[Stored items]
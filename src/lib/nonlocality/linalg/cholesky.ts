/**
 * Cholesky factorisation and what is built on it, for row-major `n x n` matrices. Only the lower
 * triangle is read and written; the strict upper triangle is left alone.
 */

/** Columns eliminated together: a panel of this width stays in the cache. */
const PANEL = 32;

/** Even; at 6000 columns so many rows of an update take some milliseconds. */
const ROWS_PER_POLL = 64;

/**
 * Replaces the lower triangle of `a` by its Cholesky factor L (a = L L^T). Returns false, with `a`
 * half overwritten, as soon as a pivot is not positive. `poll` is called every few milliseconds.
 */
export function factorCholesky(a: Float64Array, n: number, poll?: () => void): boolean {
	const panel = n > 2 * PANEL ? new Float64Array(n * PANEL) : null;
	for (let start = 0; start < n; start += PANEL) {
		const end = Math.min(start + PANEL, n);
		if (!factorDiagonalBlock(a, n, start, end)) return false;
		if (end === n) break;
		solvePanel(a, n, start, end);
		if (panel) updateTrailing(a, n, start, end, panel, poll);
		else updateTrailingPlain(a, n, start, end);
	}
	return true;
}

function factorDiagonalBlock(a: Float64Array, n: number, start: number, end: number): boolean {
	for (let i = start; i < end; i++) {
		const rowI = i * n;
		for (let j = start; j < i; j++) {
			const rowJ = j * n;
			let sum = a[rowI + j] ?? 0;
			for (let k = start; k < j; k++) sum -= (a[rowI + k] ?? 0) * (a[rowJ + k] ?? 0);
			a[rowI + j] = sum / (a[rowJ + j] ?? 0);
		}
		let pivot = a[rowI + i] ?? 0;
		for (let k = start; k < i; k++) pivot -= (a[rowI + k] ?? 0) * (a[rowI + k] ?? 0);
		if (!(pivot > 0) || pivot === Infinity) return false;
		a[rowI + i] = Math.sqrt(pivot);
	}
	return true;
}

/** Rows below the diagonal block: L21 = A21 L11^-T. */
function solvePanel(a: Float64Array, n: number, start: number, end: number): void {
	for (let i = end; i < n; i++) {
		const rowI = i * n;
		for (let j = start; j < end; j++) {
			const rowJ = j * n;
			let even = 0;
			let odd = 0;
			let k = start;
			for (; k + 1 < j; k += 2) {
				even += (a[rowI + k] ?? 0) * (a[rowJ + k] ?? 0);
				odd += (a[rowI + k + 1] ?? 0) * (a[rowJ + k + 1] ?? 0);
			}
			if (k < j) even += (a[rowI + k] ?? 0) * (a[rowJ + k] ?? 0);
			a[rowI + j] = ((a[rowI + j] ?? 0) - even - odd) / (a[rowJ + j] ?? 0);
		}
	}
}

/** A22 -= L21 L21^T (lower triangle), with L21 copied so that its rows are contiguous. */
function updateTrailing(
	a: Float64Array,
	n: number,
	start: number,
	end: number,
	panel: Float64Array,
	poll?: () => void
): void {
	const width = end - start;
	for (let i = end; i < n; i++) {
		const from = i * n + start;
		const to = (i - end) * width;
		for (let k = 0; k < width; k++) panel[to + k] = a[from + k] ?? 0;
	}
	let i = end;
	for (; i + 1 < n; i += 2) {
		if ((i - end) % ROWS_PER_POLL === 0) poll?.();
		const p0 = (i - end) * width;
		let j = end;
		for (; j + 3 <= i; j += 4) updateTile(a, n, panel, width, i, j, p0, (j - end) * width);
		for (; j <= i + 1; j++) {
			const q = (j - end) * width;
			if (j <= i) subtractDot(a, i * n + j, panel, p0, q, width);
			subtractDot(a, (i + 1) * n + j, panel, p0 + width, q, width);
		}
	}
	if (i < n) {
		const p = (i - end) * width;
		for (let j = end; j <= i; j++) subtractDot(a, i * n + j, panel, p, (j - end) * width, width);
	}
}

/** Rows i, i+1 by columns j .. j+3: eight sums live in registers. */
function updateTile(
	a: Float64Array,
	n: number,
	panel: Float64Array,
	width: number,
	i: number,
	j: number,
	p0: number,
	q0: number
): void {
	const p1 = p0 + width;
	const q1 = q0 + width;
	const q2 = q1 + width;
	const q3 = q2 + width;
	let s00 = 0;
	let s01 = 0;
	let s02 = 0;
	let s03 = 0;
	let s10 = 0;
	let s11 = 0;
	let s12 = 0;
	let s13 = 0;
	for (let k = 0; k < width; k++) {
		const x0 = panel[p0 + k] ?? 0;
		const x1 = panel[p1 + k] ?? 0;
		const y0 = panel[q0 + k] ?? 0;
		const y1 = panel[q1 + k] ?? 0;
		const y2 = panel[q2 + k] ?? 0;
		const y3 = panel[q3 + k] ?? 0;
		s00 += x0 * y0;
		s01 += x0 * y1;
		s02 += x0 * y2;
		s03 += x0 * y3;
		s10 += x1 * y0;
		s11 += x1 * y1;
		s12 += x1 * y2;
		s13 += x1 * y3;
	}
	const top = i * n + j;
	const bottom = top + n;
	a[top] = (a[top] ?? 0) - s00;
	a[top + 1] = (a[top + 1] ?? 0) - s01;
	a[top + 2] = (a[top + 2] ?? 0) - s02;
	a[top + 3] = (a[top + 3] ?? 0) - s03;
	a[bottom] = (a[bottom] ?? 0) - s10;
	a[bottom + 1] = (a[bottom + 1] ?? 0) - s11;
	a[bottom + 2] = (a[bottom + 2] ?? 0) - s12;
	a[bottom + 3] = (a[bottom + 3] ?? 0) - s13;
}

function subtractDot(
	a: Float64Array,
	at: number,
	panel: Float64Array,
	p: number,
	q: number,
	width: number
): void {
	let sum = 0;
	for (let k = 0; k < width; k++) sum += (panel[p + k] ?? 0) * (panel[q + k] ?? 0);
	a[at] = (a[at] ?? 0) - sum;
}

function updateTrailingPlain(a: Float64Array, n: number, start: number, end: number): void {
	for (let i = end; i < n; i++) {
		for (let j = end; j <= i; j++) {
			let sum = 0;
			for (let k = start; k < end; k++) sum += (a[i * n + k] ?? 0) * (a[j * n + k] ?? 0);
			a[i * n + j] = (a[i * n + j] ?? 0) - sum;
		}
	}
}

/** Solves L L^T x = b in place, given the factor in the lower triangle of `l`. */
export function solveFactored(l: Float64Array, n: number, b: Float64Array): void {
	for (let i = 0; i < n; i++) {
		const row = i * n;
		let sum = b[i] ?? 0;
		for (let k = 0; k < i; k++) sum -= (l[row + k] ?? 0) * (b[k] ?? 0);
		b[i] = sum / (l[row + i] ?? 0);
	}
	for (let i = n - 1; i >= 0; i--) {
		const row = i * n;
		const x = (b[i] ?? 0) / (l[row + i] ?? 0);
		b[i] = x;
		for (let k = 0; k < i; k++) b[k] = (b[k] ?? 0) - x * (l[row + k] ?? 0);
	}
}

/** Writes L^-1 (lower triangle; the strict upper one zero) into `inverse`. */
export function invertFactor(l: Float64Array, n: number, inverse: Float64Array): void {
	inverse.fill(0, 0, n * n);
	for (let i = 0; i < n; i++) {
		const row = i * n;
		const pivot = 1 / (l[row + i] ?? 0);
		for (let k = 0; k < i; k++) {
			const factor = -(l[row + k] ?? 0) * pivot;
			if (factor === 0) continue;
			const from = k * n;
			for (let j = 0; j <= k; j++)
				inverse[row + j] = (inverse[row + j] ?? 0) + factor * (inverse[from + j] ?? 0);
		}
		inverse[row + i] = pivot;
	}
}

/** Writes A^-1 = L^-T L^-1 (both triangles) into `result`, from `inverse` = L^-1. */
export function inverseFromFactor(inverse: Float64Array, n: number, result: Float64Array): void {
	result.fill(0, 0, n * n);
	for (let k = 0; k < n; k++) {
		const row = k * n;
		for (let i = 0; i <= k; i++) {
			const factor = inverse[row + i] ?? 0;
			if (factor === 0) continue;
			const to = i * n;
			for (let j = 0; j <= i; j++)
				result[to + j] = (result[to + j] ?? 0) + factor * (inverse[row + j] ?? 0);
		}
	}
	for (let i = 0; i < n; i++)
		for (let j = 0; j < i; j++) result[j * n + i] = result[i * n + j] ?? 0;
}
---
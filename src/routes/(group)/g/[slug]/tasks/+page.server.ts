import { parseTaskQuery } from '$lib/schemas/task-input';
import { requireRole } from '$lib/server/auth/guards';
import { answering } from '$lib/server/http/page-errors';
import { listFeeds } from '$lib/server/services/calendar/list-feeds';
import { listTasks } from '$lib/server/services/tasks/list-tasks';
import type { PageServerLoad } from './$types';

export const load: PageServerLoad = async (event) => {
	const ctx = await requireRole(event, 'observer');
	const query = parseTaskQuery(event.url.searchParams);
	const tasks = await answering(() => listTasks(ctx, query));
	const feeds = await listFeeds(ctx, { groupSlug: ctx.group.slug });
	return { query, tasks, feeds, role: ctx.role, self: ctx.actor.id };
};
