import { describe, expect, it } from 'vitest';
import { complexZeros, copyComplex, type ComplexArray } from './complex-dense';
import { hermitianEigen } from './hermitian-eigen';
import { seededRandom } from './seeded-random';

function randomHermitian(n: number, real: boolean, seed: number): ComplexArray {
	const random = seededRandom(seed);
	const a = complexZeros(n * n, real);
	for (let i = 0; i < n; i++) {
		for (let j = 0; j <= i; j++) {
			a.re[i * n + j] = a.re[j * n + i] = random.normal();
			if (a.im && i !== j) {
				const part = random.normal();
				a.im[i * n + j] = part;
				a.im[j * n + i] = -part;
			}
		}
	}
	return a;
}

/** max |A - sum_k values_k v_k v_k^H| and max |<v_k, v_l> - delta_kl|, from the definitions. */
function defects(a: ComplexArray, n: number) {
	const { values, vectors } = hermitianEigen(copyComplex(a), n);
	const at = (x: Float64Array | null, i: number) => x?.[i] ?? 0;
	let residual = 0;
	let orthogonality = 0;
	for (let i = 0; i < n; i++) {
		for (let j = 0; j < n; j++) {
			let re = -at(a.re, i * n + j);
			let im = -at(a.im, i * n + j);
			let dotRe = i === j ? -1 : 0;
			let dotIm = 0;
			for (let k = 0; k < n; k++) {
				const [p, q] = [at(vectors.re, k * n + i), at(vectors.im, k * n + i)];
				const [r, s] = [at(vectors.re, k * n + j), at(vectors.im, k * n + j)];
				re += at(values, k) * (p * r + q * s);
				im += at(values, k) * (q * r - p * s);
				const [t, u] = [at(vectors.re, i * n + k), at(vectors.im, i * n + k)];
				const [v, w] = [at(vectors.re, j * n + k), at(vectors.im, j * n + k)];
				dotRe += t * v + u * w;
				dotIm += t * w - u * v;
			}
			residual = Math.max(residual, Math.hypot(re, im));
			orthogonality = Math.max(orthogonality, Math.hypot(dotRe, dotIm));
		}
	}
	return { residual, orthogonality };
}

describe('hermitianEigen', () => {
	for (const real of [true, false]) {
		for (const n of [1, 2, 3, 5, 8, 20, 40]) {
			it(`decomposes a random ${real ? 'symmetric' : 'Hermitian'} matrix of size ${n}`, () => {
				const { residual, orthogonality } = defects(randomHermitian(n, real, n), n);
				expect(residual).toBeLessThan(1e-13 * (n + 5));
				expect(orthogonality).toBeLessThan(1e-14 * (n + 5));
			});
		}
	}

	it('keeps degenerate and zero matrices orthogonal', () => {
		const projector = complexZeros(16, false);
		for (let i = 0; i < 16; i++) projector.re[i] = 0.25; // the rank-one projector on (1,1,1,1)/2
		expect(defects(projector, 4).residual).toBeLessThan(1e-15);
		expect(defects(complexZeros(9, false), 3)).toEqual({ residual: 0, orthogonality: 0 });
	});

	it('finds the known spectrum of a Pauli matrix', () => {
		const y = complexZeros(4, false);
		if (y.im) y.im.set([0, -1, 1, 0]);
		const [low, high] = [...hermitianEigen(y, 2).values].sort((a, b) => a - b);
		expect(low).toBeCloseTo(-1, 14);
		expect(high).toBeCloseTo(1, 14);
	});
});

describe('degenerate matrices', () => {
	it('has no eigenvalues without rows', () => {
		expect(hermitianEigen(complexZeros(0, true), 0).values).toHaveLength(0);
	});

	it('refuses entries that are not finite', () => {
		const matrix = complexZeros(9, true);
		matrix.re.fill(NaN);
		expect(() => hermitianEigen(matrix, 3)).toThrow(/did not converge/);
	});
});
...
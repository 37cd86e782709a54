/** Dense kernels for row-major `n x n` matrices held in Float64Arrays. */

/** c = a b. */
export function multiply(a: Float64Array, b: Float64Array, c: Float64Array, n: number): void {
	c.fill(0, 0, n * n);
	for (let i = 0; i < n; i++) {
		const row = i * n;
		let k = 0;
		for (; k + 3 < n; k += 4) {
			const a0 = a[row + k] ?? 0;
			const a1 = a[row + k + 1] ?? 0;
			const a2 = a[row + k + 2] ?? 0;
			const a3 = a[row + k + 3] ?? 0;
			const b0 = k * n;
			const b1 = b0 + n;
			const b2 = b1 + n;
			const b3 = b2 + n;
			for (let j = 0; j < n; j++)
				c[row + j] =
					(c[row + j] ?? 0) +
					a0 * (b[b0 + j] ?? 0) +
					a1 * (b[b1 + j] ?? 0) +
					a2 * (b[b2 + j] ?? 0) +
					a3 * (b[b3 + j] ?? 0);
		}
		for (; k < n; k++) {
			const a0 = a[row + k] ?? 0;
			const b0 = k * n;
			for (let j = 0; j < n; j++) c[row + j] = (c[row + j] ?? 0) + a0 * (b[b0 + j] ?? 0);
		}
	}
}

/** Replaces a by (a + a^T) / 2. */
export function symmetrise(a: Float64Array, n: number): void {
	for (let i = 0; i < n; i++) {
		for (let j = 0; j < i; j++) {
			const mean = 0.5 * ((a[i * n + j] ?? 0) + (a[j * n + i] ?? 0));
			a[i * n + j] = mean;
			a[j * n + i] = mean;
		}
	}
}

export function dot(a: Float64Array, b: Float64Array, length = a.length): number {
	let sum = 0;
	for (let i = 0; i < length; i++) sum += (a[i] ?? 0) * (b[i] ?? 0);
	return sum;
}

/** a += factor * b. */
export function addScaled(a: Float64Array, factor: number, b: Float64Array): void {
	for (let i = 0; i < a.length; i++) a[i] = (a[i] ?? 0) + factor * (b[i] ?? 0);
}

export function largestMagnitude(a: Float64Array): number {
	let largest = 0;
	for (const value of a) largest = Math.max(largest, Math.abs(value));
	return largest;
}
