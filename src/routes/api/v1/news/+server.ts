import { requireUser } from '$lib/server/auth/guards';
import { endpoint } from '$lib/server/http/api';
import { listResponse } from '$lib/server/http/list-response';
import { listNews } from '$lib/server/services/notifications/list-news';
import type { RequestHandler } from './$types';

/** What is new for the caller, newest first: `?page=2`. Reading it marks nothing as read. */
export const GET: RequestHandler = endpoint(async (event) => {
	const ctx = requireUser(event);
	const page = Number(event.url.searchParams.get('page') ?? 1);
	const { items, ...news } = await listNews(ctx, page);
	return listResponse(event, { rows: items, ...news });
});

**What is needed:** Every line above with the string "degenerate" in it needs to be copied.

**Problem solution:**
	it('keeps degenerate and zero matrices orthogonal', () => {
describe('degenerate matrices', () => {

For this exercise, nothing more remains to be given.